- Task instructions
Search the data for "iterations". Each line containing it is to be copied.

- Stored data
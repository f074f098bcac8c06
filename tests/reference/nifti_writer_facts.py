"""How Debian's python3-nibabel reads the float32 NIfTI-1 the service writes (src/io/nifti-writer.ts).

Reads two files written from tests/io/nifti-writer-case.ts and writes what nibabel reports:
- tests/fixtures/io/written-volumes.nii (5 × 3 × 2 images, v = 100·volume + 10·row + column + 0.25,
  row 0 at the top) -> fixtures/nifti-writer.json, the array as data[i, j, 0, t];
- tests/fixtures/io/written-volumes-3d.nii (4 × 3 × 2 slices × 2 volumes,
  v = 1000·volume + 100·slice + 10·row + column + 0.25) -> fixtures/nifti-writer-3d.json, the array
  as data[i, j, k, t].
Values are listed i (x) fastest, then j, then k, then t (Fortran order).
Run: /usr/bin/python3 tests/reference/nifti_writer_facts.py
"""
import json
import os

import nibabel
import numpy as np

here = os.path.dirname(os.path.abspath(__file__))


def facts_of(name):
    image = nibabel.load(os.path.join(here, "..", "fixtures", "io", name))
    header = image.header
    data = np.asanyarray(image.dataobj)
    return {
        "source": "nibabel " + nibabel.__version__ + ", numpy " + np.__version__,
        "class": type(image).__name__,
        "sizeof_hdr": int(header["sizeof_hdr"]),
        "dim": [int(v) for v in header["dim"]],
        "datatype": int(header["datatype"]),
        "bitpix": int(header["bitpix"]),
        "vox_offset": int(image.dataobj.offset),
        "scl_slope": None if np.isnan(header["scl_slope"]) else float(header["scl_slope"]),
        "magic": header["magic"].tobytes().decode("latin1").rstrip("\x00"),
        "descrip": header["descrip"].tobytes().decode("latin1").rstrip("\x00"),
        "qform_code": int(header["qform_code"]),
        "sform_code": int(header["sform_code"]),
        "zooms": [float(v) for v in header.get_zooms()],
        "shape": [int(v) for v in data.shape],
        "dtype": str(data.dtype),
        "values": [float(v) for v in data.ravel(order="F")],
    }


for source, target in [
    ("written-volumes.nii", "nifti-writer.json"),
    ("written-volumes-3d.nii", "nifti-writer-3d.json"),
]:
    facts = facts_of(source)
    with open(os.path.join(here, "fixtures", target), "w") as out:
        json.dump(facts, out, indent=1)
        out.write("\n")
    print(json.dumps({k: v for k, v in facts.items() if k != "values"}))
* * *
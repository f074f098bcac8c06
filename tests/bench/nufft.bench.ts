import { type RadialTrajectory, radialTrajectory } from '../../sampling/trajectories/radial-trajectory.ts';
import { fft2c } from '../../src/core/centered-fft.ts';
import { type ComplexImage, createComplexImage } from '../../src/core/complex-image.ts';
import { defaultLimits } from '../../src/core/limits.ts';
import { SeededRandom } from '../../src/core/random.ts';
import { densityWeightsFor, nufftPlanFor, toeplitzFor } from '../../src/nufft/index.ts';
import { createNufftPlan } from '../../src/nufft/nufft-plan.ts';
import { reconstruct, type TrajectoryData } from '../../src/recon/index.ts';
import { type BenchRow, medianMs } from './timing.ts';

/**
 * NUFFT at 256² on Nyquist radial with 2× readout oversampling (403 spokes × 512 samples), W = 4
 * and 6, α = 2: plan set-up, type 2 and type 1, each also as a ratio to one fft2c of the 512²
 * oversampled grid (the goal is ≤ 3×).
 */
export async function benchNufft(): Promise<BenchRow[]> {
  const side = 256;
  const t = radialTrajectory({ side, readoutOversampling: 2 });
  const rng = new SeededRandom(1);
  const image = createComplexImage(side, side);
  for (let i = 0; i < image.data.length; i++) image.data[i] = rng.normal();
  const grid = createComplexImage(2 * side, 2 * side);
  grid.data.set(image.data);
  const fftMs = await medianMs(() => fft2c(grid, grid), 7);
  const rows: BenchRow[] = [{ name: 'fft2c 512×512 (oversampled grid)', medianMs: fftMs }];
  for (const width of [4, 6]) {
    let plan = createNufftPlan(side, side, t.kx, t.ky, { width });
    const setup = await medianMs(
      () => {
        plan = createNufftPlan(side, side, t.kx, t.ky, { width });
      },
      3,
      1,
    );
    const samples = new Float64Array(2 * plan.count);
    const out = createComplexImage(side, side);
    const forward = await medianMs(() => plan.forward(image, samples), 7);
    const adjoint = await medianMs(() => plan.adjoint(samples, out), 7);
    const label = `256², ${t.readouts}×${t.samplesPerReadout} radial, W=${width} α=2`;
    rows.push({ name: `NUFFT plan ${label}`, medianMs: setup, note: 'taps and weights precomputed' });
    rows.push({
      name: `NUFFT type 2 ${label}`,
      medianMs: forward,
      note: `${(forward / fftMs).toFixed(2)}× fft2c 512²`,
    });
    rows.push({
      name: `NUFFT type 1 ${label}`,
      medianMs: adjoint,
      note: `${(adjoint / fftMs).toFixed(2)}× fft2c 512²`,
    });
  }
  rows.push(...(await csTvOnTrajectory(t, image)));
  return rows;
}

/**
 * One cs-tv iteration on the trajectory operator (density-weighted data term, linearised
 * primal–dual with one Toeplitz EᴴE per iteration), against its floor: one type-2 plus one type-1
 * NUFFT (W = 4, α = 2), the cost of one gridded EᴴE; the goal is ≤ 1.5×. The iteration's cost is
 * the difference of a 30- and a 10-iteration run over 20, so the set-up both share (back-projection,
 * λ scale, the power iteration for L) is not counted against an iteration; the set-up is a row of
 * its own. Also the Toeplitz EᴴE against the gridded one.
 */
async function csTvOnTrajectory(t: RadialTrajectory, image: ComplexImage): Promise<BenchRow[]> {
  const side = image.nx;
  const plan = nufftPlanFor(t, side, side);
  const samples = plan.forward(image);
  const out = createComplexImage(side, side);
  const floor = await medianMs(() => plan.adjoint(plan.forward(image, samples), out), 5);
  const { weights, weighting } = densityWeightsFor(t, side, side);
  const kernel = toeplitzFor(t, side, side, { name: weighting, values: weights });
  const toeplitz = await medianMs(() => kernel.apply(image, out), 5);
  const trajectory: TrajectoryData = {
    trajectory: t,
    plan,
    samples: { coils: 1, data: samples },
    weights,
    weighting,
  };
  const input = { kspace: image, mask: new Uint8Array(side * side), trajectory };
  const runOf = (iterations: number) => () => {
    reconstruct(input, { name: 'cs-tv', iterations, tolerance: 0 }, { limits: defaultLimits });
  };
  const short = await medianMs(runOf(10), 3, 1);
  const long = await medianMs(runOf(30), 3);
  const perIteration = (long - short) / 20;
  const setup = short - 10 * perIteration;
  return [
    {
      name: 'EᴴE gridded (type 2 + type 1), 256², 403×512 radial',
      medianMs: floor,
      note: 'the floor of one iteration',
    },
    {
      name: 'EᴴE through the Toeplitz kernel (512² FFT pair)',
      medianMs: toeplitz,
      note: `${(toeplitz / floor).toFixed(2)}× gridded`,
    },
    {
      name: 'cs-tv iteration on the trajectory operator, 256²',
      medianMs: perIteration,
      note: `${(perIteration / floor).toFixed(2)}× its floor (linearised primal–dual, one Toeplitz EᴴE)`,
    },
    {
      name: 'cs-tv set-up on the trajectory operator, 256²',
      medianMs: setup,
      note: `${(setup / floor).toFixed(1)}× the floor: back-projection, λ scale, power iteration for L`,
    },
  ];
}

- Exercise solution
  const runOf = (iterations: number) => () => {
    reconstruct(input, { name: 'cs-tv', iterations, tolerance: 0 }, { limits: defaultLimits });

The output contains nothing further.